* What is being asked
The answer must be an exact reproduction of the lines from the start of the records below through the line containing "flash.reset_counters();", and nothing more.

* Material supplied
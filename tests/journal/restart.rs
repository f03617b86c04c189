//! How many reads a restart takes.

use crate::bench::{Bench, Remembered};
use strake::sim::nor::Nor;
use strake_firmware::journal::{Journal, Recovery};

/// Fills the ring until the newest sector has this sequence number, with few entries per sector.
fn filled_to(bench: &mut Bench<Nor<1>>, newest: u32) {
    while bench.journal.newest_sequence() != Some(newest) {
        bench.event().unwrap();
        bench.journal.housekeeping(0).unwrap();
    }
}

fn filled_to_half(bench: &mut Bench<Nor<1>>) {
    while !bench.journal.housekeeping(0).unwrap() {
        bench.event().unwrap();
    }
}

fn reopened(mut flash: Nor<1>) -> (Recovery, usize) {
    flash.reset_counters();
    let (journal, recovery) = Journal::open(flash, &mut Remembered::default()).unwrap();
    let counters = journal.flash().counters();
    assert_eq!(counters.reads, u64::from(recovery.reads));
    (recovery, counters.longest_read)
}

/// The target: the end in 24 reads of at most 64 bytes, and 64 reads for the state.
#[test]
fn restart_of_a_full_ring_of_8_mib() {
    let mut bench = Bench::new(Nor::<1>::new(2048), 1_500);
    let mut most = (0, 0);
    for newest in [2048, 2049, 2100, 3071, 3072, 3073, 4094, 4095, 4096, 4100] {
        filled_to(&mut bench, newest);
        for erased_ahead in [false, true] {
            if erased_ahead {
                filled_to_half(&mut bench);
            }
            let (recovery, longest) = reopened(bench.journal.flash().clone());
            assert!(longest <= 64, "{longest}");
            assert_eq!(recovery.newest_sequence, Some(newest));
            assert!(recovery.state_found);
            assert!(recovery.reads_to_end <= 24, "{recovery:?}");
            assert!(recovery.reads <= 24 + 64, "{recovery:?}");
            most = (most.0.max(recovery.reads_to_end), most.1.max(recovery.reads));
        }
    }
    println!("restart, 2048 sectors: end in {} reads, with the state {}", most.0, most.1);
}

* Exercise answer
filename tests/journal/restart.rs
repository f03617b86c04c189
//! How many reads a restart takes.

use crate::bench::{Bench, Remembered};
use strake::sim::nor::Nor;
use strake_firmware::journal::{Journal, Recovery};

/// Fills the ring until the newest sector has this sequence number, with few entries per sector.
fn filled_to(bench: &mut Bench<Nor<1>>, newest: u32) {
    while bench.journal.newest_sequence() != Some(newest) {
        bench.event().unwrap();
        bench.journal.housekeeping(0).unwrap();
    }
}

fn filled_to_half(bench: &mut Bench<Nor<1>>) {
    while !bench.journal.housekeeping(0).unwrap() {
        bench.event().unwrap();
    }
}

fn reopened(mut flash: Nor<1>) -> (Recovery, usize) {
    flash.reset_counters();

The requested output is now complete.